- _Data shown_
☆ ☆ ☆ ☆ ☆ ☆ ☆

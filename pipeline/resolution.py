"""Whether a track's samples resolve the motion the spline puts between them.

The spline through the samples claims a motion between them; where the samples are too far
apart for that claim, the spline rings or bends in ways no sample supports. Checked on the
velocity β at the samples (from ux, uy, uz, else from the positions' spline) and on its
spline of the run's degree, probed PROBES_PER_INTERVAL times per interval:

- ringing: a component of β between two samples goes beyond the range of its two sampled
  values by more than RING_FRACTION of the largest sampled change |Δβ| over the interval
  and its neighbours (a reversal between samples that share a sign is such an overshoot);
- β̇ jumps: the mean β̇ of neighbouring intervals, Δβ/Δt, differs by more than
  ACCEL_CHANGE of the track's largest (an oscillation sampled fewer than 2π/ACCEL_CHANGE
  ≈ 13 times a period, or a bend that starts or ends within one interval).
The ringing scale is at least MINOR_FRACTION of the track's largest |Δβ|.

Both compare the motion with itself, never with a scale such as 1/γ: a γ = 1e4 arc sampled
every few formation times turns by 1e-4 rad per sample and is followed exactly. Changes of
β below TURN_FLOOR (rounding of the samples) are no motion. `run` warns once for all
tracks (run.json) and `lagfield inspect` lists the same findings.
"""

from __future__ import annotations

import dataclasses
import math

import numpy as np
from scipy import constants, interpolate

from .motion import velocity_of
from .wording import plural

PROBES_PER_INTERVAL = 8
RING_FRACTION = 0.25  # overshoot / largest nearby sampled change of the component
ACCEL_CHANGE = 0.5  # |Δ(Δβ/Δt)| between neighbouring intervals / the track's max |Δβ/Δt|
TURN_FLOOR = 1e-9  # |Δβ| per interval below this is rounding, not motion
# changes below this fraction of the track's largest are measured against that tenth: the
# tail of a field edge, where a tiny β̇ grows steeply, is no motion the field depends on
MINOR_FRACTION = 0.1


@dataclasses.dataclass(frozen=True)
class Finding:
    """The worst place where one track's samples do not resolve its spline: what (ringing
    or β̇ jump), the time, how far beyond the limit (ratio > 1) and the step there."""

    particle: int
    what: str
    t_s: float
    ratio: float
    step_s: float

    @property
    def factor(self) -> int:
        """How many times more often to sample there (at least 2)."""
        return max(2, math.ceil(self.ratio * (1 - 1e-12)))

    def sentence(self) -> str:
        return (f"particle {self.particle} at t = {self.t_s:.6g} s: {self.what}; write its "
                f"samples at least {self.factor}x more often there (every "
                f"{self.step_s / self.factor:.3g} s or less)")


def sampled_velocity(track, degree: int) -> np.ndarray:
    """β (n, 3) at the samples: from ux, uy, uz, else the derivative of the positions'
    interpolating spline of `degree` (at most n − 1)."""
    if track.u is not None:
        return velocity_of(np.asarray(track.u, dtype=float))
    k = min(degree, track.n_samples - 1)
    spline = interpolate.make_interp_spline(track.t_s, track.position_m, k=k, axis=0)
    return spline.derivative(1)(track.t_s) / constants.c


def check_resolution(track, degree: int = 5) -> Finding | None:
    """The worst Finding of `track` (None when its samples resolve the spline's motion)."""
    t = np.asarray(track.t_s, dtype=float)
    if t.size < 3:
        return None
    beta = sampled_velocity(track, degree)
    step = np.diff(t)
    change = np.diff(beta, axis=0)  # (n−1, 3)
    candidates = [_ringing(t, beta, change, min(degree, t.size - 1)),
                  _accel_jumps(t, change, step)]
    found = [c for c in candidates if c is not None]
    if not found:
        return None
    ratio, what, i = max(found, key=lambda c: c[0])
    return Finding(int(track.particle), what, float(t[i]), float(ratio), float(step[i]))


def _ringing(t, beta, change, k):
    spline = interpolate.make_interp_spline(t, beta, k=k, axis=0)
    y = (np.arange(1, PROBES_PER_INTERVAL) / PROBES_PER_INTERVAL)
    probes = spline(t[:-1, None] + np.diff(t)[:, None] * y)  # (n−1, probes, 3)
    low = np.minimum(beta[:-1], beta[1:])[:, None, :]
    high = np.maximum(beta[:-1], beta[1:])[:, None, :]
    overshoot = np.maximum(probes - high, low - probes).max(axis=1)  # (n−1, 3)
    size = np.linalg.norm(change, axis=1)
    nearby = np.maximum(size, np.maximum(np.r_[size[:1], size[:-1]], np.r_[size[1:], size[-1:]]))
    nearby = np.maximum(nearby, MINOR_FRACTION * size.max())[:, None]
    with np.errstate(divide="ignore", invalid="ignore"):
        ratio = np.where(overshoot > TURN_FLOOR, overshoot / (RING_FRACTION * nearby), 0.0)
    ratio = np.nan_to_num(ratio, posinf=1e300)
    i, c = np.unravel_index(int(np.argmax(ratio)), ratio.shape)
    if not ratio[i, c] > 1.0:
        return None
    nearby = np.broadcast_to(nearby, ratio.shape)
    same_sign = beta[i, c] * beta[i + 1, c] > 0
    crossing = same_sign and bool(np.any(probes[i, :, c] * beta[i, c] < 0))
    axis = "xyz"[c]
    what = (f"β{axis} reverses between two samples of the same sign" if crossing else
            f"the spline's β{axis} between samples overshoots their range by "
            f"{overshoot[i, c]:.3g}, {overshoot[i, c] / max(nearby[i, c], 1e-300):.2g} of the "
            "sampled change nearby")
    return ratio[i, c], what, i


def _accel_jumps(t, change, step):
    if change.shape[0] < 2:
        return None
    rate = change / step[:, None]
    size = np.linalg.norm(rate, axis=1)
    moving = np.linalg.norm(change, axis=1) > TURN_FLOOR
    both = moving[1:] & moving[:-1]
    larger = size.max()
    with np.errstate(divide="ignore", invalid="ignore"):
        jump = np.linalg.norm(np.diff(rate, axis=0), axis=1) / larger
    ratio = np.where(both, jump / ACCEL_CHANGE, 0.0)
    i = int(np.argmax(ratio))
    if not ratio[i] > 1.0:
        return None
    what = (f"β̇ changes by {jump[i]:.0%} of its largest value from one interval between "
            "samples to the next (a hard field edge stays such a step at any sampling)")
    return ratio[i], what, i + 1


class ResolutionAudit:
    """Findings of many tracks, for one aggregated warning (`add` each track)."""

    def __init__(self, degree: int = 5):
        self.degree = degree
        self.findings = 0
        self.worst: Finding | None = None

    def add(self, track) -> Finding | None:
        finding = check_resolution(track, self.degree)
        if finding is not None:
            self.findings += 1
            if self.worst is None or finding.ratio > self.worst.ratio:
                self.worst = finding
        return finding

    def warnings(self) -> list[str]:
        if self.worst is None:
            return []
        many = "1 particle's" if self.findings == 1 else f"{self.findings} particles'"
        return [f"{many} samples do not resolve the motion their spline puts between them "
                f"(README, 'Motion between samples'); worst: {self.worst.sentence()}"]


class ShortTracks:
    """Tracks with fewer samples than the spline degree needs (their spline has a lower
    degree, n − 1), for one aggregated warning."""

    def __init__(self, degree: int = 5):
        self.degree = degree
        self.degrees_used: list[int] = []

    def add(self, track) -> None:
        if track.n_samples < self.degree + 1:
            self.degrees_used.append(track.n_samples - 1)

    def warnings(self) -> list[str]:
        if not self.degrees_used:
            return []
        low, high = min(self.degrees_used), max(self.degrees_used)
        used = f"degree {low}" if low == high else f"degree {low}–{high}"
        return [f"{plural(len(self.degrees_used), 'particle')} with fewer than "
                f"{self.degree + 1} samples used {used} instead of {self.degree} ([motion] "
                "degree)"]
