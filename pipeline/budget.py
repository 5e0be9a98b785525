"""Memory a run will need, estimated from its time grids and frequency list before any
field is computed, and a refusal that names the observer group, the estimate and what
to change when it cannot fit in the memory available.

What is counted, per observer group (P points, N bins at the longest point, F
frequencies, window W, top frequency f_max, lowest f_min):
  - the time grid: P × N bins of 6 bin integrals, then the E and B arrays made from them;
  - the fields table built from it: one row per bin, about 10 columns of 8 bytes, as
    column arrays and then the table's block (two copies);
  - the spectra: P × F complex vectors Ẽ and a fluence, and their table;
  - the type-3 NUFFT of one point (held by one particle at a time): a fine grid of
    about σ·W·(f_max − f_min) complex numbers (a type-3 transform's fine grid has about
    2σ·X·S/π points for source half-width X = W/2 and angular-frequency half-width
    S = π(f_max − f_min): from memory of Barnett, Magland & af Klinteberg, SIAM J. Sci.
    Comput. 41 (2019), and measured by the benchmark below), with a peak of about four
    grids' worth;
  - the source samples of one particle (with ballistic extension its light covers the
    whole window): at least SAMPLES_PER_BIN per resolved time scale of the window.
Grids and tables of all groups are held together; the per-particle parts one at a time.
The byte counts per item are estimates; tests/benchmarks/bench_budget.py prints them
next to measured peaks.
"""

from __future__ import annotations

import dataclasses
import os
from pathlib import Path

import numpy as np

from .engine import SAMPLES_PER_BIN
from .errors import ConfigError
from .transforms import NUFFT_BYTES_PER_GRID_POINT, NUFFT_MEMORY_BYTES, nufft_grid_points
from .wording import plural

GRID_BYTES_PER_BIN = 12 * 8  # per point and bin: 6 bin integrals, then E and B (6 more)
FIELDS_TABLE_BYTES_PER_ROW = 2 * 10 * 8  # ~10 columns of 8 bytes: column arrays, then the table
SPECTRUM_BYTES_PER_VALUE = 3 * 16 + 8  # per point and frequency: Ẽ (3 complex), fluence
SPECTRA_TABLE_BYTES_PER_ROW = 2 * 12 * 8  # ~12 columns of 8 bytes, built and concatenated
SOURCE_SAMPLE_BYTES = 40 * 8  # motion state (11 floats), refined copies, fields, weights
MEMORY_FRACTION = 0.8  # of the available memory a run may plan to use

TIME_ADVICE = ("enlarge [time] step, shorten the window ([time] start and stop) or use fewer "
               "observer points")
SPECTRA_ADVICE = "use fewer [spectrum] frequencies (count) or fewer observer points"
NUFFT_ADVICE = ("lower the top frequency ([spectrum] frequencies stop) or shorten the window "
                "([time] start and stop)")
SAMPLES_ADVICE = ("enlarge [time] step, lower the top frequency ([spectrum] frequencies "
                  "stop) or shorten the window ([time] start and stop)")


@dataclasses.dataclass(frozen=True)
class Part:
    what: str  # e.g. "time grid (441 points × 2.7e+09 bins)"
    bytes: float
    advice: str
    per_particle: bool = False  # held for one particle at a time (not summed over groups)


@dataclasses.dataclass(frozen=True)
class Estimate:
    group: str
    parts: tuple  # of Part, largest first

    @property
    def held_bytes(self) -> float:
        return sum(p.bytes for p in self.parts if not p.per_particle)

    @property
    def transient_bytes(self) -> float:
        return max((p.bytes for p in self.parts if p.per_particle), default=0.0)

    @property
    def total_bytes(self) -> float:
        return self.held_bytes + self.transient_bytes


def estimate_group(group, start_s, n_bins, settings, spectrum=None) -> Estimate:
    """Estimate of one observer group on the grid (start_s (P,), n_bins (P,)) with
    FieldSettings `settings` and SpectrumSettings `spectrum` (or None)."""
    points = float(group.n_points)
    bins = np.asarray(n_bins, dtype=float)
    window_s = float(bins.max() - 1.0) * settings.step_s
    parts = [
        Part(f"time grid ({plural(group.n_points, 'point')} × {bins.max():.3g} bins)",
             points * bins.max() * GRID_BYTES_PER_BIN, TIME_ADVICE),
        Part(f"fields table ({bins.sum():.3g} rows)", bins.sum() * FIELDS_TABLE_BYTES_PER_ROW,
             TIME_ADVICE)]
    if spectrum is not None:
        f = np.asarray(spectrum.frequencies_hz, dtype=float)
        values = points * f.size
        parts.append(Part(f"spectra ({plural(group.n_points, 'point')} × "
                          f"{plural(f.size, 'frequency', 'frequencies')})",
                          values * (SPECTRUM_BYTES_PER_VALUE + SPECTRA_TABLE_BYTES_PER_ROW),
                          SPECTRA_ADVICE))
        grid = nufft_grid_points(window_s, f.min(), f.max())  # a longer one is cut in pieces
        parts.append(Part(f"NUFFT grid of one point ({grid:.3g} values)",
                          min(grid * NUFFT_BYTES_PER_GRID_POINT, NUFFT_MEMORY_BYTES),
                          NUFFT_ADVICE, per_particle=True))
    if settings.extend == "ballistic":
        samples = SAMPLES_PER_BIN * window_s / settings.resolution_s()
        parts.append(Part(f"source samples of one particle ({samples:.3g})",
                          samples * SOURCE_SAMPLE_BYTES, SAMPLES_ADVICE, per_particle=True))
    return Estimate(group.name, tuple(sorted(parts, key=lambda p: -p.bytes)))


def available_memory_bytes() -> float | None:
    """Memory this process may still use: the smaller of the system's available memory
    (/proc/meminfo MemAvailable, else the physical memory) and the room left under a
    cgroup (v2) limit; None when neither can be read."""
    found = []
    try:
        for line in Path("/proc/meminfo").read_text().splitlines():
            if line.startswith("MemAvailable:"):
                found.append(float(line.split()[1]) * 1024.0)
    except (OSError, ValueError, IndexError):
        pass
    if not found:
        try:
            found.append(float(os.sysconf("SC_PHYS_PAGES") * os.sysconf("SC_PAGE_SIZE")))
        except (OSError, ValueError, AttributeError):
            pass
    try:
        cgroup = Path("/sys/fs/cgroup")
        limit = (cgroup / "memory.max").read_text().strip()
        if limit != "max":
            found.append(float(limit) - float((cgroup / "memory.current").read_text()))
    except (OSError, ValueError):
        pass
    return min(found) if found else None


def format_bytes(count: float) -> str:
    """"43.7 TiB": binary prefixes up to EiB, then powers of ten of EiB."""
    for unit in ("B", "KiB", "MiB", "GiB", "TiB", "PiB"):
        if count < 1024.0:
            return f"{count:.3g} {unit}" if unit != "B" else f"{count:.0f} B"
        count /= 1024.0
    return f"{count:.3g} EiB"


def _refusal(names: str, need: float, parts, available: float) -> ConfigError:
    listed = ", ".join(f"{p.what} {format_bytes(p.bytes)}" for p in parts[:3])
    return ConfigError(
        f"{names} would need about {format_bytes(need)} of memory, more than the "
        f"{format_bytes(MEMORY_FRACTION * available)} this run may use "
        f"({MEMORY_FRACTION:.0%} of {format_bytes(available)} available): {listed}. "
        f"To fit, {parts[0].advice}")


def check_memory(groups, windows, settings, spectrum=None, *,
                 available_bytes: float | None = None) -> list[Estimate]:
    """The Estimate of every group; a ConfigError naming the group (or, when only their
    sum is too much, all groups) if the run cannot fit in MEMORY_FRACTION of the
    available memory (`available_bytes`, default: `available_memory_bytes()`)."""
    estimates = [estimate_group(group, start, n_bins, settings, spectrum)
                 for group, (start, n_bins) in zip(groups, windows, strict=True)]
    available = available_memory_bytes() if available_bytes is None else available_bytes
    if available is None:
        return estimates
    allowed = MEMORY_FRACTION * available
    for estimate in estimates:
        if estimate.total_bytes > allowed:
            raise _refusal(f"observer group '{estimate.group}'", estimate.total_bytes,
                           estimate.parts, available)
    total = (sum(e.held_bytes for e in estimates)
             + max((e.transient_bytes for e in estimates), default=0.0))
    if total > allowed:
        names = ", ".join(f"'{e.group}'" for e in estimates)
        parts = sorted((p for e in estimates for p in e.parts), key=lambda p: -p.bytes)
        raise _refusal(f"the observer groups {names} together", total, parts, available)
    return estimates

☆ ☆ ☆ ☆ ☆ ☆ ☆

- _Exercise details_
When you come to the line containing "The spline through", give it and stop; before that, repeat each line of the material exactly from the first one.

- _Problem solution_
filename pipeline/resolution.py
"""Whether a track's samples resolve the motion the spline puts between them.

The spline through the samples claims a motion between them; where the samples are too far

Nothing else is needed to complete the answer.